Stored data entries:
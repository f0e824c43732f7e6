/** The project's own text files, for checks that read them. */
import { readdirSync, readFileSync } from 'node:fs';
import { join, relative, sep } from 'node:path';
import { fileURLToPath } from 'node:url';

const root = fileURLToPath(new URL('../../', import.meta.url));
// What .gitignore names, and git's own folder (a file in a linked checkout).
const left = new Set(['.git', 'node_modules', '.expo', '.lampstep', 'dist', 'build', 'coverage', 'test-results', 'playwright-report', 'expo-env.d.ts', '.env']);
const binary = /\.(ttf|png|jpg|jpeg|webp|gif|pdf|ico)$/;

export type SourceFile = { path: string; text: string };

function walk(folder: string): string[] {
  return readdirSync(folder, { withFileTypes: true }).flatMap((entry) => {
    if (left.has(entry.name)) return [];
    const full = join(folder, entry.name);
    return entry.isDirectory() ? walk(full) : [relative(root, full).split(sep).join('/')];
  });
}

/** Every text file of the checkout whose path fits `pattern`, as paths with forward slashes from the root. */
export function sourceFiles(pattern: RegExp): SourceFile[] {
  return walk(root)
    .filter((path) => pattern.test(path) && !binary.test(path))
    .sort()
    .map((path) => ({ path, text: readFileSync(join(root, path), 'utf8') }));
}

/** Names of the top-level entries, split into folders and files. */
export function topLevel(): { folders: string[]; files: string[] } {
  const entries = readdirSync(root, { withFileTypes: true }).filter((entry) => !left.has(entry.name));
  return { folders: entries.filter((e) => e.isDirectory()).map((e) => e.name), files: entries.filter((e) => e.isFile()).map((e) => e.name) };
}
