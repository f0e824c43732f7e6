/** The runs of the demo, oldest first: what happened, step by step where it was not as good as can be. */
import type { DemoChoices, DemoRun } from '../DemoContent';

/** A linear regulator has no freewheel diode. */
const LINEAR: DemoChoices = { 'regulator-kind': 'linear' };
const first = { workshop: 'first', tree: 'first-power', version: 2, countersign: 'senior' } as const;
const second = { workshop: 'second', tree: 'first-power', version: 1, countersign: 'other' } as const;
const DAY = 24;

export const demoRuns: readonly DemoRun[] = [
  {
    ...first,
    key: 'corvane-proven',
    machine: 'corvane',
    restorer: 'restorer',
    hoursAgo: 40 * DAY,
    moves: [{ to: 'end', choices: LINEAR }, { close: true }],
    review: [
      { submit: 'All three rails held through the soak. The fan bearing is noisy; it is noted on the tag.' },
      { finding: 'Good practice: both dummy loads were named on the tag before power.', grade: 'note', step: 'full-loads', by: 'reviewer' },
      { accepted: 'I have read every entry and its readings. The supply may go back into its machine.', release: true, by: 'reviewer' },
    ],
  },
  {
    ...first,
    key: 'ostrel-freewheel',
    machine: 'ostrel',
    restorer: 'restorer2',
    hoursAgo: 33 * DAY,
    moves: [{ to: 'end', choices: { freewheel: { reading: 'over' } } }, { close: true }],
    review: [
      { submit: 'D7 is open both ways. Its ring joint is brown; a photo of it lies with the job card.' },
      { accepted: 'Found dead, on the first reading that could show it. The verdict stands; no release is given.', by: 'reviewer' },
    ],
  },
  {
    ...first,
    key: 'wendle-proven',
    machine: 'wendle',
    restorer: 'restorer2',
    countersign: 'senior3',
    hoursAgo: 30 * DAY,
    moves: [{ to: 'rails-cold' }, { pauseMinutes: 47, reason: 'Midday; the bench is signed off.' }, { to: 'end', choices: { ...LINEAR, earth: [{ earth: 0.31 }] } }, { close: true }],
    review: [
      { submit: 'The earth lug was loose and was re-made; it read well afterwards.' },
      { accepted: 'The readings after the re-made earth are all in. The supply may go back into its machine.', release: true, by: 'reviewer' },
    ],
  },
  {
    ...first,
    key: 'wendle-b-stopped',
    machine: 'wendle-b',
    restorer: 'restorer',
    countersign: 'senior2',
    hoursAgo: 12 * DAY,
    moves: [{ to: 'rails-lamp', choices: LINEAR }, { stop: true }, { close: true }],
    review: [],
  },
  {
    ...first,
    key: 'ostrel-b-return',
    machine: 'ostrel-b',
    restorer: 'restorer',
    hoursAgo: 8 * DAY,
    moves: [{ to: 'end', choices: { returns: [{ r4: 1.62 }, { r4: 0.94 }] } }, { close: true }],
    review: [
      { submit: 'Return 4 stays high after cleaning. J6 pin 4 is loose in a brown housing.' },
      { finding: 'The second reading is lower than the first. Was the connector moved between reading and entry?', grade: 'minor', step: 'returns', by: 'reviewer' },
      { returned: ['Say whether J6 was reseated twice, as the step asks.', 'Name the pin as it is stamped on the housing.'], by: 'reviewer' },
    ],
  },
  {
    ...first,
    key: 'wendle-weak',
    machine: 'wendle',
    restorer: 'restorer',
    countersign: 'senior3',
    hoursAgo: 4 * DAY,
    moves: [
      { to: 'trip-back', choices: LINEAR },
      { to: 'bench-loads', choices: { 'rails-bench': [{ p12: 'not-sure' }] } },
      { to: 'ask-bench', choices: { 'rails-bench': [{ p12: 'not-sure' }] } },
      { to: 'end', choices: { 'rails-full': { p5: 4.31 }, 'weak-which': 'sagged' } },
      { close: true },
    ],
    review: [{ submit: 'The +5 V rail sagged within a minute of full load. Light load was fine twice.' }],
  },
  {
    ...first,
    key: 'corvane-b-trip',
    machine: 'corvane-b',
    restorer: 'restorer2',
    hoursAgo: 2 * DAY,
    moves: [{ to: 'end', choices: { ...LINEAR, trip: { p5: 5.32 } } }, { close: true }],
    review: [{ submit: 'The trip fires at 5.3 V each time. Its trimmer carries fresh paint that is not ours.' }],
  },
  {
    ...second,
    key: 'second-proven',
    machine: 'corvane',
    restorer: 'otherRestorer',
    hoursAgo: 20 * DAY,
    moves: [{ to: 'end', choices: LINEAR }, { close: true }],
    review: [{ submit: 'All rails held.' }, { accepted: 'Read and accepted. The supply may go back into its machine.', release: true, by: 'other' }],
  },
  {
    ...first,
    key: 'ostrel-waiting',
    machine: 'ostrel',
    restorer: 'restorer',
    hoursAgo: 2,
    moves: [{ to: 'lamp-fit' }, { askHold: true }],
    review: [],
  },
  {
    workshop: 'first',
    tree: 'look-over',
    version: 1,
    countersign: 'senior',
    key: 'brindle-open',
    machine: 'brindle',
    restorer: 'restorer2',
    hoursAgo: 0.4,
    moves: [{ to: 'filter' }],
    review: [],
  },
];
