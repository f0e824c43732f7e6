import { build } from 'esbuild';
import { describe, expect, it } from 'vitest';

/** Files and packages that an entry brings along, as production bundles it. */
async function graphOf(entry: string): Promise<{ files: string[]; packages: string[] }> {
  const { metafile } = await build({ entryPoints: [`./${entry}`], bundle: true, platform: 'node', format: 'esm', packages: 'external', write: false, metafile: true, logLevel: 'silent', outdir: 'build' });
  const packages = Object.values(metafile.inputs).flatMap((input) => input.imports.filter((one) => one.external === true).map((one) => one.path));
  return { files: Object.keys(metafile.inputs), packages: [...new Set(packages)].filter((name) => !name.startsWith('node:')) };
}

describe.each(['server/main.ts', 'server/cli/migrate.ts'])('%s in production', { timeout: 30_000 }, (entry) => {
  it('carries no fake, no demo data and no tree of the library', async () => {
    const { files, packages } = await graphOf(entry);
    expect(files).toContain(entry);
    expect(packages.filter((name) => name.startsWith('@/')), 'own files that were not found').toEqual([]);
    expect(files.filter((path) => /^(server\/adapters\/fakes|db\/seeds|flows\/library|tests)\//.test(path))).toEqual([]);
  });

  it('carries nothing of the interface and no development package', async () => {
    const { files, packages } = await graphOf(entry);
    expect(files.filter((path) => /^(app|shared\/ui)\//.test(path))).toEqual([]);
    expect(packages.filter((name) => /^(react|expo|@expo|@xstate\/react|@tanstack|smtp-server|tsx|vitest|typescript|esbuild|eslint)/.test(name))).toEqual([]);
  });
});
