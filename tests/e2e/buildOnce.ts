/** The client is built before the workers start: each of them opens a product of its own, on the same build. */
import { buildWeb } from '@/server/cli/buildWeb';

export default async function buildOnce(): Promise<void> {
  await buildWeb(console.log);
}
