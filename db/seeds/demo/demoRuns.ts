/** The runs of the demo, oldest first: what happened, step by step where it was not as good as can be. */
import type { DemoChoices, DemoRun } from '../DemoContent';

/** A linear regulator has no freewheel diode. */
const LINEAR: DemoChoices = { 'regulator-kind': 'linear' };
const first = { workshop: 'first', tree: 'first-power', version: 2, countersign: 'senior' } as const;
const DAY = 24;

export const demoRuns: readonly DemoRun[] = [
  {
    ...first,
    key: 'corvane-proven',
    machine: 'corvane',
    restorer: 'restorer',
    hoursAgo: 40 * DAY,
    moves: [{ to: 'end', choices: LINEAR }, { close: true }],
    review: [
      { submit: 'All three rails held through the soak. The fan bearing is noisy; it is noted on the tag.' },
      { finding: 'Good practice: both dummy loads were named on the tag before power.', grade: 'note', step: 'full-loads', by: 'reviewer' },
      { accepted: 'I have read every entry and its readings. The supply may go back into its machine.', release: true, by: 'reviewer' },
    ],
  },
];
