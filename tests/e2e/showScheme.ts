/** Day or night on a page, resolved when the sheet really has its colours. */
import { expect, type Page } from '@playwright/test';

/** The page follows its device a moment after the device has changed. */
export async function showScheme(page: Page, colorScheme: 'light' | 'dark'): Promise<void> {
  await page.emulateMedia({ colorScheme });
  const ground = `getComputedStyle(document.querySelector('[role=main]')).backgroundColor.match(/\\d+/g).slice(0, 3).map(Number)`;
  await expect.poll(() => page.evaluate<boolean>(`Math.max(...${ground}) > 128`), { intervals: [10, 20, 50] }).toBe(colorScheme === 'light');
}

→ DESCRIPTION OF THE TASK: Copy each line of the records containing the string "wendle".

→ ANSWER TO THIS EXERCISE:
    key: 'wendle-proven',
    machine: 'wendle',
    key: 'wendle-b-stopped',
    machine: 'wendle-b',
    key: 'wendle-weak',
    machine: 'wendle',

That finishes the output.